This is a guest post by April Wright. April is a graduate student in evolutionary biology at the University of Texas at Austin. When she’s not crunching data at her computer, she teaches courses for novice biologists so they can learn some computation. In her spare time, she enjoys reading, gaming, running with her dogs and spending time in the kitchen. You can get ahold of her at her website or Twitter.
So I wrote a blog post that went a little bit viral the other day. And a lot of people have asked in the past couple days what can be done to improve the atmosphere at programming meetings. I’ve been chewing on that pretty substantially.
I’ve had a lot of good discussions over the past couple days (help yourself to warm fuzzies here).

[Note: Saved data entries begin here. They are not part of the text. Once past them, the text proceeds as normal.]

type BuiltDet = std::result::Result<(i32, CaseDet), Vanishing>;

fn case_state(state: &State, case: &Case) -> std::result::Result<CaseState, Vanishing> {
    // large states are built in parallel, in order; equal determinants then meet by a sort
    fn build<'a>((coeff, det): &'a (Exact, DetSpec), case: &Case) -> (&'a Exact, BuiltDet) {
        (coeff, CaseDet::build(det, case))
    }
    let built: Vec<_> = if state.terms.len() < PARALLEL_FROM {
        state.terms.iter().map(|t| build(t, case)).collect()
    } else {
        state.terms.par_iter().map(|t| build(t, case)).collect()
    };
    let first_vanishing = built.iter().find_map(|(_, b)| b.as_ref().err().copied());
    let mut signed: Vec<(CaseDet, Exact)> = built
        .into_iter()
        .filter_map(|(coeff, b)| {
            b.ok().map(|(sign, d)| (d, if sign < 0 { -coeff.clone() } else { coeff.clone() }))
        })
        .collect();
    signed.par_sort_by(|a, b| a.0.cmp(&b.0));
    let mut out: Vec<(CaseDet, Exact)> = Vec::with_capacity(signed.len());
    for (d, c) in signed {
        match out.last_mut() {
            Some((last, sum)) if *last == d => *sum += &c,
            _ => out.push((d, c)),
        }
    }
    out.retain(|(_, c)| !c.is_zero());
    let out: CaseState = out.into_iter().collect();
    match (out.is_empty(), first_vanishing) {
        (true, Some(why)) if state.terms.len() == 1 => Err(why),
        _ => Ok(out),
    }
}

fn names(program: &Program, spaces: &[SpaceId]) -> String {
    spaces.iter().map(|&s| program.spaces[s as usize].name.clone()).collect::<Vec<_>>().join(", ")
}

/// Checks, in the case where all indices differ, that bra and ket can be compared.
fn check_comparable(program: &Program, request: &Request, bra: &CaseState, ket: &CaseState) -> Result<()> {
    let mut dets = bra.keys().chain(ket.keys());
    let Some(first) = dets.next() else {
        return Ok(());
    };
    for d in bra.keys().chain(ket.keys()) {
        if d.closed != first.closed {
            return Err(Error::at(
                ErrorKind::ClosedSpaces {
                    bra: names(program, &first.closed),
                    ket: names(program, &d.closed),
                },
                &request.span,
            ));
        }
        if d.electrons.len() != first.electrons.len() {
            return Err(Error::at(
                ErrorKind::ElectronCount { bra: first.electrons.len(), ket: d.electrons.len() },
                &request.span,
            ));
        }
    }
    Ok(())
}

Reader bioatmosphere made a very good point in the comments, pulled out below:
The burden to fix things shouldn’t be on you just because you’re experiencing them
She’s right, of course. And that reminded me of this post by Cate Huston, which closes with a section called “Changing the Conversation”. I’ll copy the crucial bit (do read the whole thing, though) below:
Are you doing meaningful work?
Do you feel appreciated?
Do you feel respected?
And I’m going to tack on one more:
Do you feel like you’re part of something?
Because I think that’s what really got me: I felt like I was part of something, then I didn’t. It’s not just being snubbed that hurts, it’s a sense of loss of a community I kinda thought I fit with.
Since I have some ears bent towards me for a bit: People who feel integrated in communities and happy at meetings, what about it? What about these communities and meetings that makes you feel appreciated? Or respected? Or part of something? And what could you do to help someone else feel that?